• _Exercise details_
Each of the entries should be output exactly, with nothing left out.

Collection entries

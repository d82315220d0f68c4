import { pino } from 'pino';
import type { Logger } from 'pino';

export type Log = Logger;

/** One line of JSON per event; what could open a door is left out. */
export function createLog(level: string, file: string | null = null): Log {
  const options = {
    level,
    redact: {
      paths: [
        'req.headers.cookie',
        'req.headers.authorization',
        'req.headers["x-api-key"]',
        'res.headers["set-cookie"]',
      ],
      censor: '[left out]',
    },
  };
  return file === null ? pino(options) : pino(options, pino.destination({ dest: file, mkdir: true }));
}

• _Exercise result_
repository d82315220d0f68c4
import { pino } from 'pino';
import type { Logger } from 'pino';

export type Log = Logger;

/** One line of JSON per event; what could open a door is left out. */
export function createLog(level: string, file: string | null = null): Log {
  const options = {
    level,
    redact: {
      paths: [
        'req.headers.cookie',
        'req.headers.authorization',
        'req.headers["x-api-key"]',
        'res.headers["set-cookie"]',
      ],
      censor: '[left out]',
    },
  };
  return file === null ? pino(options) : pino(options, pino.destination({ dest: file, mkdir: true }));
}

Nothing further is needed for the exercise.